Has anyone managed to publish a web service with Axis on OS X and then been able to access that web service using the WebServices.framework (stubs generated with WSMakeStubs)???

I can get ther service deployed and working with .NET and and Axis generated client. But *not*, unfortunately, using the ObjC stubs generated by the WSMakeStubs tool. And the latter is the one client that really matters in this project of mine 

Any help / pointers v.much appreciated 

Cheers,
C


----------



## Zardoz (Sep 26, 2003)

I haven't worked with Axis yet, but I do know that there is an implementation of it in the latest Apache Cocoon. Cocoon 2.1.1 (CVS tree).
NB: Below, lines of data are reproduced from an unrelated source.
def test_fuse_rated_above_stall_current_does_not_count():
    fuse = {"name": "main", "location": "battery-positive", "rating": "200 A"}
    fuse["clearing_time"] = "10 ms"
    data = build(wire("pack positive", 16), wire("pack negative", 16), fuses=[fuse])
    finding = on(run_rule_on(RULE, data), "wire 'pack positive'")
    assert finding.severity is Severity.STOP
    assert "at or above the stall current" in finding.rationale


def test_fuse_without_clearing_time():
    # ISO 8820-3 bands (from memory): a fuse near its rating may hold for minutes, so a 30 A
    # fuse under an 81 A stall (2.7 x) is not counted on; a 10 A fuse (8 x) is, in 1 s.
    thin = (wire("pack positive", 16), wire("pack negative", 16))
    near = build(*thin, fuses=[{"name": "main", "location": "battery-positive", "rating": "30 A"}])
    finding = on(run_rule_on(RULE, near), "wire 'pack positive'")
    assert finding.severity is Severity.STOP
    assert "gives no clearing time" in finding.rationale
    far = build(*thin, fuses=[{"name": "main", "location": "battery-positive", "rating": "10 A"}])
    findings, _, assumptions = rule_outputs(RULE, far)
    assert on(findings, "wire 'pack positive'").severity is Severity.PASS
    assert any("Fuse 'main' gives no clearing_time" in a.text for a in assumptions)


def test_fuse_protects_only_the_wires_it_names():
    fuse = {"name": "lead", "location": "motor", "rating": "10 A", "clearing_time": "50 ms"}
    fuse["protects"] = ["motor lead"]
    data = build(wire("pack positive", 16), wire("motor lead", 16, circuit="motor"), fuses=[fuse])
    findings = run_rule_on(RULE, data)
    assert on(findings, "wire 'motor lead'").severity is Severity.PASS
    assert on(findings, "wire 'pack positive'").severity is Severity.STOP


def test_unassessed_names_missing_fields():
    findings = run_rule_on(RULE, {"motors": [{"type": "brushed"}]})
    assert len(findings) == 1 and findings[0].severity is Severity.UNASSESSED
    assert set(findings[0].missing) == {"battery", "motors[0].winding_resistance", "wires"}
    bare = {"name": "pack negative", "circuit": "battery", "gauge": "10 AWG", "length": "0.5 m"}
    findings = run_rule_on(RULE, build(wire("pack positive", 10), bare, controller=limit()))
    finding = on(findings, "wire 'pack negative'")
    assert finding.severity is Severity.UNASSESSED
    assert finding.missing == ("wires[1].insulation", "wires[1].temperature_rating")
    assert on(findings, "wire 'pack positive'").severity is Severity.PASS


def test_size_outside_the_tables_needs_a_datasheet():
    # 20 AWG is in neither NEC 310.16 (14-8) nor FAA 11-9 (18-10)
    data = build(wire("pack positive", 10), wire("sense", 20), controller=limit("5 A"))
    finding = on(run_rule_on(RULE, data), "wire 'sense'")
    assert finding.severity is Severity.UNASSESSED
    assert finding.missing == ("wires[1].rated_ampacity",)
    rated = wire("sense", 20, rated_ampacity="8 A")
    data = build(wire("pack positive", 10), rated, controller=limit("5 A"))
    finding = on(run_rule_on(RULE, data), "wire 'sense'")
    assert finding.severity is Severity.PASS
    assert "wire datasheet" in finding.rationale
    # read as for 30 degC, corrected like NEC 310.15(B) to 35 degC
    assert finding.limit.m_as("A") == pytest.approx(8 * math.sqrt(165 / 170))


def test_metric_wire_uses_the_awg_row_below_it():
    metric = {"name": "pack positive", "circuit": "battery", "cross_section": "4 mm^2"}
    metric.update(length="0.5 m", insulation="pvc-90", temperature_rating="90 degC")
    finding = on(run_rule_on(RULE, build(metric, controller=limit())), "wire 'pack positive'")
    # 4 mm^2 lies between 12 AWG (3.31) and 11 AWG (4.17): NEC 310.16 12 AWG 90 degC, 30 A
    assert finding.limit.m_as("A") == pytest.approx(30 * math.sqrt(55 / 60))
    assert "12 AWG" in finding.rationale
It may be worth checking out. I would highly recommend Cocoon.

Cocoon 2.1


----------



## LordCoven (Sep 27, 2003)

Hey there,

Thanks Zardoz, but its not the Axis bit I'm having trouble with. That works fine. both with Tomcat and JBoss. Its trying to get the Cocoa WebServices.framework to understand the result it sends. The web services I publish get called. But I never get a result back. Nor with 'simple' types (int, string) or 'complex' types (JavaBeans, arrays, structures). Its quite a bit annoying actually - because every other framework I've tried (Axis, .NET, SOAPpy) handles the result just fine. But I *really* want to code the client with Cocoa.

Cheers
C


----------



## Zardoz (Sep 27, 2003)

Hmmm I'm sorry,

If I come across anything in my travels I'll be sure to let you know.

Best of luck.


----------



## LordCoven (Sep 27, 2003)

Cheers 
Equally, if I figure it out, I'll post it here 
C


----------



## LordCoven (Jun 26, 2004)

Well - its been, like, *ages* - but I finally got a bit of spare time and a bit of verve to try this lot out again. As it turns out, the problem appears to have been with the SOAPAction HTTP header not being set automatically. The other thing I did differently was to program the call manually rather than using the WSDL tool that comes with the developer tools. I've tested a simple type only so far, but will probably try a complex type later - but at least this looks more promising 
If I can be bothered, I'll also try using the WSDL tool again and hacking the generated code to include the SOAPAction header - perhaps that'll then also work.
Cheers,
C


----------



## LordCoven (Jun 26, 2004)

Cool. Just tested complex types and also the generated stubs for accessing the web service. Both have worked. The only caveat ATM is that the actual return results are under keys that start with 'ns1:' and the generated stubs haven't prepended that and are always return 'null'. That's the behaviour I had before - so it possibly wasn't the SOAPAction header problem I was having, but that the result dictionary lookup was happening with the wrong key.
I'm not sure whether its AXIS generating a bad WSDL or the WebServicesCore kit building the result dictionary in a wrong way. Perhaps I have to add some namespace stuff to either the AXIS deployment file or the WSMakeStubs call. I'll have to look into this a bit more.

If anyone has any tips on namespaces regarding the problems outlined above, I'd be very grateful 

Cheers,
C


----------